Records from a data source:
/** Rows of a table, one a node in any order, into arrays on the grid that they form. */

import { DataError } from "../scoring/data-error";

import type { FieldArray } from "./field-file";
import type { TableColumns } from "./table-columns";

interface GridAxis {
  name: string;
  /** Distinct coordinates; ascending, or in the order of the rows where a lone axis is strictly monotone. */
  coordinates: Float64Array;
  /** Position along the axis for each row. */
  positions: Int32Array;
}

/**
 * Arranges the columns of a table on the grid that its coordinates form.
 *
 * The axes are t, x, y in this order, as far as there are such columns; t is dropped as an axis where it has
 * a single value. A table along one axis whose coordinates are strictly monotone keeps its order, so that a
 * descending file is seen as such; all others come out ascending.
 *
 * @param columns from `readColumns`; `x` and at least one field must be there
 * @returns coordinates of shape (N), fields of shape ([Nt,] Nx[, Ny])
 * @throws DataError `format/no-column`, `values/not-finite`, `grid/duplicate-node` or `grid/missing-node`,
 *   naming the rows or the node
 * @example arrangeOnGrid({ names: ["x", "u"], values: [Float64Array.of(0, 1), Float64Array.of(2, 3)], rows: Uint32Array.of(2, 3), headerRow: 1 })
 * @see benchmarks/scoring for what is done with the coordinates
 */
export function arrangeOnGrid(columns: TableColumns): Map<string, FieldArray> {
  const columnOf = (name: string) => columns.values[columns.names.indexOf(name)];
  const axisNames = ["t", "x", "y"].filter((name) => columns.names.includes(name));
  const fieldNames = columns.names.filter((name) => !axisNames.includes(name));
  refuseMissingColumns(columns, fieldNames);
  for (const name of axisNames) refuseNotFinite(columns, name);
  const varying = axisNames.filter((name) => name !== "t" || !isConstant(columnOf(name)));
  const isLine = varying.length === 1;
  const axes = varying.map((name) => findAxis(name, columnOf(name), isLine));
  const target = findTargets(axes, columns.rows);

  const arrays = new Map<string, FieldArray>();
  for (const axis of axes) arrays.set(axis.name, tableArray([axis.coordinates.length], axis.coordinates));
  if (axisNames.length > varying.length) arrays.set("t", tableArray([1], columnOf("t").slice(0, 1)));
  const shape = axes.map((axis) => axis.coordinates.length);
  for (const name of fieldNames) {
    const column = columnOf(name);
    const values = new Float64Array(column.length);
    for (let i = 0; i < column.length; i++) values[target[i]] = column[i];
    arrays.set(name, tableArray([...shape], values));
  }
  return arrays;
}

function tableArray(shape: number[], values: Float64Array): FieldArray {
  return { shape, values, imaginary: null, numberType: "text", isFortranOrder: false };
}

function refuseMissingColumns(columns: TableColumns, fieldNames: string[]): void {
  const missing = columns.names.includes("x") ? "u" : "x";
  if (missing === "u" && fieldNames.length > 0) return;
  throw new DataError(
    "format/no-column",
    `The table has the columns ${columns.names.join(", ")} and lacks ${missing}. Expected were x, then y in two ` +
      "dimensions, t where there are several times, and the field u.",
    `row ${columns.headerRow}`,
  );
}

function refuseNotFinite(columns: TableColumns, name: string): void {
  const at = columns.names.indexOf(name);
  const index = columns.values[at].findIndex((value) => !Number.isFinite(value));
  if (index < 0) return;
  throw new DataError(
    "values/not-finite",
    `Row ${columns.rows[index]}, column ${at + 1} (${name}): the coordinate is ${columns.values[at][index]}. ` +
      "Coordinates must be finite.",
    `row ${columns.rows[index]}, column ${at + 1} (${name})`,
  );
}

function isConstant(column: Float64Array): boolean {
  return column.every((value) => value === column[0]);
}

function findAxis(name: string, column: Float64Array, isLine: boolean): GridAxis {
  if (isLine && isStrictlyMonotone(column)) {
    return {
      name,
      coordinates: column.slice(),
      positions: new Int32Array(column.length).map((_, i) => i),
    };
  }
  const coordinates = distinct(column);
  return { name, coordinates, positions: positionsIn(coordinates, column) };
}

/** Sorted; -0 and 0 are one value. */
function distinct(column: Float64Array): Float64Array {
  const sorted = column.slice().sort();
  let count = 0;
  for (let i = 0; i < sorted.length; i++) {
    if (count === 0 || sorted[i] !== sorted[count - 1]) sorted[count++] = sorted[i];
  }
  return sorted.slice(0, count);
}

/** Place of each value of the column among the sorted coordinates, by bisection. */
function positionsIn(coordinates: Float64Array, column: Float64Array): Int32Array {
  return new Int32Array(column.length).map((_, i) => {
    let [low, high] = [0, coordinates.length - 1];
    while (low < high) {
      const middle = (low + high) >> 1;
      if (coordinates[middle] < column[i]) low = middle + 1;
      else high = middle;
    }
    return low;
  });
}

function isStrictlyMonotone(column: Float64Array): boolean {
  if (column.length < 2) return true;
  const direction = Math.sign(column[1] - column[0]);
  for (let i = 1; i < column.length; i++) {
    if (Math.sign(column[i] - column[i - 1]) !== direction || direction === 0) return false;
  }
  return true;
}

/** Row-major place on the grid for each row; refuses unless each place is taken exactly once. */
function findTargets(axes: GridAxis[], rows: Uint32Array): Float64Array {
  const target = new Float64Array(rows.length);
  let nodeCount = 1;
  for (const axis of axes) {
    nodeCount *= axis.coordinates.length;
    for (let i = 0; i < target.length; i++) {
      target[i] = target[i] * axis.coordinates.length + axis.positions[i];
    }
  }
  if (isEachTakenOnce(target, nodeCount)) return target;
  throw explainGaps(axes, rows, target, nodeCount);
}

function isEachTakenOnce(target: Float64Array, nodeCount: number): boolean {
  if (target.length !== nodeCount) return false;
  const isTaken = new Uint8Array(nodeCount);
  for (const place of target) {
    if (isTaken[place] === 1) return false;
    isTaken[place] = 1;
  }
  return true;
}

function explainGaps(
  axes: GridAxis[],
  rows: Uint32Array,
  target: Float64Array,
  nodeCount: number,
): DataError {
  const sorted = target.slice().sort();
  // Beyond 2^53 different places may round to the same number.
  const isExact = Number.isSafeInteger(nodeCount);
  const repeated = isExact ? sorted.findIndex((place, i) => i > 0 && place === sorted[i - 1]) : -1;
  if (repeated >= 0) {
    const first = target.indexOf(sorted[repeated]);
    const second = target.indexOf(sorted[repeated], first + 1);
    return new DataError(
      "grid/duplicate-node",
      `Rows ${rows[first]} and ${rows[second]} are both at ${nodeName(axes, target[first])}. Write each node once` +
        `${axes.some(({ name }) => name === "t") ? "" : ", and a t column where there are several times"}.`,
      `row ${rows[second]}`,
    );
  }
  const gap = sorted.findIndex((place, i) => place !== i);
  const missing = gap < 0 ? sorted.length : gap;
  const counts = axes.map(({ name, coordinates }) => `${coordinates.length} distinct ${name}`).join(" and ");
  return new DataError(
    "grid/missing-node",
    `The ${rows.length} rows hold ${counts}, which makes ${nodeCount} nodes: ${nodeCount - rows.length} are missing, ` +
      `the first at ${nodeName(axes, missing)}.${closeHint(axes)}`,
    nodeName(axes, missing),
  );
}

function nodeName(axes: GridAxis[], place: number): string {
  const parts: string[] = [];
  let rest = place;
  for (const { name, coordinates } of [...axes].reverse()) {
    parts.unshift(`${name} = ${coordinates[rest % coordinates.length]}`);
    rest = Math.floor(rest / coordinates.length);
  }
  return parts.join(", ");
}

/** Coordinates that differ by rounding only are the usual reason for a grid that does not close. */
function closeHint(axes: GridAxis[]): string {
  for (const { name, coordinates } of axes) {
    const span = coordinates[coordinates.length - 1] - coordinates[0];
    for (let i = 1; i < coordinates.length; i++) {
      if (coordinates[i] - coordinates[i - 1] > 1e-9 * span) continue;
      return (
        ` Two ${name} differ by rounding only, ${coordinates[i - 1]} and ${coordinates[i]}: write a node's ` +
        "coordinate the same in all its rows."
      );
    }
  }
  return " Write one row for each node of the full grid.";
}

● **WHAT IS NEEDED**
An exact copy of the lines above, from the one containing "for (const place" through the one containing "const sorted = target.slice().sort();", is the whole of the answer.

● **OUTPUT FOR THIS EXERCISE**
  for (const place of target) {
    if (isTaken[place] === 1) return false;
    isTaken[place] = 1;
  }
  return true;
}

function explainGaps(
  axes: GridAxis[],
  rows: Uint32Array,
  target: Float64Array,
  nodeCount: number,
): DataError {
  const sorted = target.slice().sort();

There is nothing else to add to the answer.